::: DATA PROVIDED :::
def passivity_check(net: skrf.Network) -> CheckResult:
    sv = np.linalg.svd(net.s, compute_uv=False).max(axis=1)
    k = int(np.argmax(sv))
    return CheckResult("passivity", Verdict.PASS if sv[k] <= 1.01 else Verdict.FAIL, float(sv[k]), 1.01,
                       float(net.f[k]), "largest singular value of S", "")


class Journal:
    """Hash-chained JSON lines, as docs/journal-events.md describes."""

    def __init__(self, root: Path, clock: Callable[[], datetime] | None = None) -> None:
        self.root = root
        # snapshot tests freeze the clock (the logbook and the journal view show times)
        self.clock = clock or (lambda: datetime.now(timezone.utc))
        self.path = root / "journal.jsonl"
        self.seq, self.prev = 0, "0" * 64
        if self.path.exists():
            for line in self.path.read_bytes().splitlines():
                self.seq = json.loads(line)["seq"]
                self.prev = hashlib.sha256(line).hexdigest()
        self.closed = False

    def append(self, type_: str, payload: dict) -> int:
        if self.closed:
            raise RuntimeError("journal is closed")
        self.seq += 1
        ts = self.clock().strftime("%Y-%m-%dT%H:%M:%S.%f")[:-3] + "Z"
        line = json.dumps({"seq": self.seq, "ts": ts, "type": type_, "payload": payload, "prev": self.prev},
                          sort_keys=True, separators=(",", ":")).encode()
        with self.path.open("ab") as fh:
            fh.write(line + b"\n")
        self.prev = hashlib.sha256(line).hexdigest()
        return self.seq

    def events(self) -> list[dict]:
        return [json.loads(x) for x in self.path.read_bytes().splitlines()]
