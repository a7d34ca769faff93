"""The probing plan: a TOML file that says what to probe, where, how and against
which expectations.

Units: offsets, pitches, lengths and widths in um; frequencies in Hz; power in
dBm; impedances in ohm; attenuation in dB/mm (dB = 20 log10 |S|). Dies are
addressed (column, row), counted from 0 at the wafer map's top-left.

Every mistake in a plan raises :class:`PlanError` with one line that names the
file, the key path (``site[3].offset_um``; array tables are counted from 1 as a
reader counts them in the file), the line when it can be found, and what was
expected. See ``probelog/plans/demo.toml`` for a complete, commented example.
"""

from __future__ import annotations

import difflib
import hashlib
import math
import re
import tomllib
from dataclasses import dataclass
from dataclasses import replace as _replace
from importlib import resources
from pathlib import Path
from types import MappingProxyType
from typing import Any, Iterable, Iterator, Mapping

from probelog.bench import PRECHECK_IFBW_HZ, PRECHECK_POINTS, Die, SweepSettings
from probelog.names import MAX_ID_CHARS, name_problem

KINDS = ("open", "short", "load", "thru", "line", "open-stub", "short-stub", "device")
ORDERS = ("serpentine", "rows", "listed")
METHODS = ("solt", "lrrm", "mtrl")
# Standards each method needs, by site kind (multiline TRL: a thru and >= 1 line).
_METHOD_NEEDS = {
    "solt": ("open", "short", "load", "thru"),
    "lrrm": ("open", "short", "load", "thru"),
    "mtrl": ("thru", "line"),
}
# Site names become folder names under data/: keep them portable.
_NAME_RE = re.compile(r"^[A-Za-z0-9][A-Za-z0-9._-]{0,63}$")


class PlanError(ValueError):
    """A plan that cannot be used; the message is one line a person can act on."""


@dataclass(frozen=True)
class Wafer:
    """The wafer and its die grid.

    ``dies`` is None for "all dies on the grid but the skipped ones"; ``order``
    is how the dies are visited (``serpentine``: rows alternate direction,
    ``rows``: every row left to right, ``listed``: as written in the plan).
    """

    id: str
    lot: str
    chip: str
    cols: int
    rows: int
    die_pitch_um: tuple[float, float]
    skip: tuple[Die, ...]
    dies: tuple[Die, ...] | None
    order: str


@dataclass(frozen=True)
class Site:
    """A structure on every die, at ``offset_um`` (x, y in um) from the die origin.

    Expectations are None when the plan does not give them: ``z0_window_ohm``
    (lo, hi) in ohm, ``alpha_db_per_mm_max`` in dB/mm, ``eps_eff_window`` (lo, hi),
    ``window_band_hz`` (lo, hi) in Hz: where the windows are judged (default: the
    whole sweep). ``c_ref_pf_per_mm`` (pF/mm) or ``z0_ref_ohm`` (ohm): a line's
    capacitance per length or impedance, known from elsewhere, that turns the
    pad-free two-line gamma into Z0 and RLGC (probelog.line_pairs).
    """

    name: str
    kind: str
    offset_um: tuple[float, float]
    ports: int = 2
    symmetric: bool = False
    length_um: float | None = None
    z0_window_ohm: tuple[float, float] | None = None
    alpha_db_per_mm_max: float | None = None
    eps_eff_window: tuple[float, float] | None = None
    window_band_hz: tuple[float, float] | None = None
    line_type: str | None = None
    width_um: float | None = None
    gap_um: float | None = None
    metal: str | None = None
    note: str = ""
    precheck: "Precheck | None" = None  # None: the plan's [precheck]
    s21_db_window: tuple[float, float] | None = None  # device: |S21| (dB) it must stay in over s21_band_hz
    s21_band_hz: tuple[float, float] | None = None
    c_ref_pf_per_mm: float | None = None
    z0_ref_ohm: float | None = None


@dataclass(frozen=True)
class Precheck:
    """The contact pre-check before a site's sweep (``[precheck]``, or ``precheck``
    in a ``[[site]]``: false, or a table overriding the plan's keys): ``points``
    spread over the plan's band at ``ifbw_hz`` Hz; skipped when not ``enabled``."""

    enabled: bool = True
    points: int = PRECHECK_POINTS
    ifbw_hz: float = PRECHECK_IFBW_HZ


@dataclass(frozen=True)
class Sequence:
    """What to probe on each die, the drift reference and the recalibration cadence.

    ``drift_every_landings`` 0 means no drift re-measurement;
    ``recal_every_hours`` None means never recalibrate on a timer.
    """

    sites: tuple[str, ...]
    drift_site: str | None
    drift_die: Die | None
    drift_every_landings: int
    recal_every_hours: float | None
:::
* [TASK PROMPT]
Please make an exact copy of the lines above from the line with "# snapshot tests" through the line with "repository a7d34ca769faff93", both ends included.

* [RESPONSE AREA]
        # snapshot tests freeze the clock (the logbook and the journal view show times)
        self.clock = clock or (lambda: datetime.now(timezone.utc))
        self.path = root / "journal.jsonl"
        self.seq, self.prev = 0, "0" * 64
        if self.path.exists():
            for line in self.path.read_bytes().splitlines():
                self.seq = json.loads(line)["seq"]
                self.prev = hashlib.sha256(line).hexdigest()
        self.closed = False

    def append(self, type_: str, payload: dict) -> int:
        if self.closed:
            raise RuntimeError("journal is closed")
        self.seq += 1
        ts = self.clock().strftime("%Y-%m-%dT%H:%M:%S.%f")[:-3] + "Z"
        line = json.dumps({"seq": self.seq, "ts": ts, "type": type_, "payload": payload, "prev": self.prev},
                          sort_keys=True, separators=(",", ":")).encode()
        with self.path.open("ab") as fh:
            fh.write(line + b"\n")
        self.prev = hashlib.sha256(line).hexdigest()
        return self.seq

    def events(self) -> list[dict]:
        return [json.loads(x) for x in self.path.read_bytes().splitlines()]
repository a7d34ca769faff93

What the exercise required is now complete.